■ **Work task**
Below are some records. Print exactly the lines between the one holding "(nats.go delivers one" and the one holding "func newScoring(w *worker)", inclusive, and nothing else.

====== Recorded information

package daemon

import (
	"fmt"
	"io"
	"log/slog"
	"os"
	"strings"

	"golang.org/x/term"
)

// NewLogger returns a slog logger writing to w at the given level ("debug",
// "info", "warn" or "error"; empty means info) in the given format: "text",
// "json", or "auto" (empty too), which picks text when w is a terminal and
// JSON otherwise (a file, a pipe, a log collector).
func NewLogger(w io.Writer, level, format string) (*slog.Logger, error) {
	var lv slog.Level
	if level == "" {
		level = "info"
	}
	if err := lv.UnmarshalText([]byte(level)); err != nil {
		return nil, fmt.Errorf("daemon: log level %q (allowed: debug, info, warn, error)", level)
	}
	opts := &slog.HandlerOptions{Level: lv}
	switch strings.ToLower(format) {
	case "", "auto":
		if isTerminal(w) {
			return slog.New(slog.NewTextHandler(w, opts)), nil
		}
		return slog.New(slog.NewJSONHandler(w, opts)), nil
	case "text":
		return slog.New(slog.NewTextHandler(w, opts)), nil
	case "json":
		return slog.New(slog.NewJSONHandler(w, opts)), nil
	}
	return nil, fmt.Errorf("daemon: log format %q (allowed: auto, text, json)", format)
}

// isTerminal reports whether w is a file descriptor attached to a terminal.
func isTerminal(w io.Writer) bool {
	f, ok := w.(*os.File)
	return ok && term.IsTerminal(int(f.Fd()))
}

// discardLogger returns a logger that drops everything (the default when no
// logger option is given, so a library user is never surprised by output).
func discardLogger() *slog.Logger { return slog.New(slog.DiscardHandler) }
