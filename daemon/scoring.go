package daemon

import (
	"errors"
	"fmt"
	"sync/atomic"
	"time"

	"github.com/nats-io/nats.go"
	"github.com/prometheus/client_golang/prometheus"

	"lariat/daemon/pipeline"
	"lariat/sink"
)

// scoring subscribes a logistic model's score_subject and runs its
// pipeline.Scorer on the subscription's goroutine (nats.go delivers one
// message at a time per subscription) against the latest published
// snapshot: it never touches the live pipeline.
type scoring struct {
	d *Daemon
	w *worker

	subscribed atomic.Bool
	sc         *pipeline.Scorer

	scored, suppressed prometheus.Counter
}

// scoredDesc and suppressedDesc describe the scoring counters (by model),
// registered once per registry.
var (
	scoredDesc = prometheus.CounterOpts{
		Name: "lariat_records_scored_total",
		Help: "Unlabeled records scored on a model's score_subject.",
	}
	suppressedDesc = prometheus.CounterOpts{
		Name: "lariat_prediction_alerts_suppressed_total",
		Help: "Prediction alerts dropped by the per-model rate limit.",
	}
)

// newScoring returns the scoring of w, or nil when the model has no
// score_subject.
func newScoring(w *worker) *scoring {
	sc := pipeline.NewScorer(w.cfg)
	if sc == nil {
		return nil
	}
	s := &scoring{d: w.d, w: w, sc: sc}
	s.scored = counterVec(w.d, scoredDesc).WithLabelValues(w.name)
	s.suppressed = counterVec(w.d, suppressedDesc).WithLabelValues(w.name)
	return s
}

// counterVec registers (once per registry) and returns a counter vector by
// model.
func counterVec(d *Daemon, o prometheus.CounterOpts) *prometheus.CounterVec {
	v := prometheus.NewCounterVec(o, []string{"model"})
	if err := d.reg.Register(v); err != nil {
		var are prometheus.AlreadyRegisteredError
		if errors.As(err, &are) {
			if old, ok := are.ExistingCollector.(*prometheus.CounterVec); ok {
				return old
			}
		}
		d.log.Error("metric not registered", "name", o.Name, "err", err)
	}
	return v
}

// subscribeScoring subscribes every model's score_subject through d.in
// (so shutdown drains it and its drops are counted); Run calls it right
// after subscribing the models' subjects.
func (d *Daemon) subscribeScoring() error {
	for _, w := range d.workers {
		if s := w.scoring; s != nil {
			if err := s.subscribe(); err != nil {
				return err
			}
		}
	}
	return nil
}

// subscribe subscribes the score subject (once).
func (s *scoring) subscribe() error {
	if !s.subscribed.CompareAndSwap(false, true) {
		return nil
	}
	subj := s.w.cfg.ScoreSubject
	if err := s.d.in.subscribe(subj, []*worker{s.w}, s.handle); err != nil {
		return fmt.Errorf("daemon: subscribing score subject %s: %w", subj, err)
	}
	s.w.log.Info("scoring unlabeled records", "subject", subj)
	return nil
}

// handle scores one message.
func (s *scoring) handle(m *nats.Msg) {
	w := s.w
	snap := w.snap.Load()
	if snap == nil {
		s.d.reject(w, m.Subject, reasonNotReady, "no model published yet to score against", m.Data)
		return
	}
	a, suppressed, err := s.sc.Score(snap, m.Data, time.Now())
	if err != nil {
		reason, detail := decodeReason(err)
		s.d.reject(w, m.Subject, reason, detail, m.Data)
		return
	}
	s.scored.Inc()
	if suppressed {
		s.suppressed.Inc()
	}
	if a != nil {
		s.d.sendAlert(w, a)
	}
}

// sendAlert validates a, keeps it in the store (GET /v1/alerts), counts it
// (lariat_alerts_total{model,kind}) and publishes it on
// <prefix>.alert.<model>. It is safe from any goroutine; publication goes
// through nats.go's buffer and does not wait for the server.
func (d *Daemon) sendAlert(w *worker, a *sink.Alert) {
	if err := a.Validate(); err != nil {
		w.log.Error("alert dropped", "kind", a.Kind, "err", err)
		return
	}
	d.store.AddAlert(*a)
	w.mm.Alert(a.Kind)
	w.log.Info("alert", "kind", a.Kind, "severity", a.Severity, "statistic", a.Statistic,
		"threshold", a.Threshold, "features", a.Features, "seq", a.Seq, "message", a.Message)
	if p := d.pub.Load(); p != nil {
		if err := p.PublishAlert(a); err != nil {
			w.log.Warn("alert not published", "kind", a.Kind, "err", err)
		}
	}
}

============

■ **The answer**
// pipeline.Scorer on the subscription's goroutine (nats.go delivers one
// message at a time per subscription) against the latest published
// snapshot: it never touches the live pipeline.
type scoring struct {
	d *Daemon
	w *worker

	subscribed atomic.Bool
	sc         *pipeline.Scorer

	scored, suppressed prometheus.Counter
}

// scoredDesc and suppressedDesc describe the scoring counters (by model),
// registered once per registry.
var (
	scoredDesc = prometheus.CounterOpts{
		Name: "lariat_records_scored_total",
		Help: "Unlabeled records scored on a model's score_subject.",
	}
	suppressedDesc = prometheus.CounterOpts{
		Name: "lariat_prediction_alerts_suppressed_total",
		Help: "Prediction alerts dropped by the per-model rate limit.",
	}
)

// newScoring returns the scoring of w, or nil when the model has no
// score_subject.
func newScoring(w *worker) *scoring {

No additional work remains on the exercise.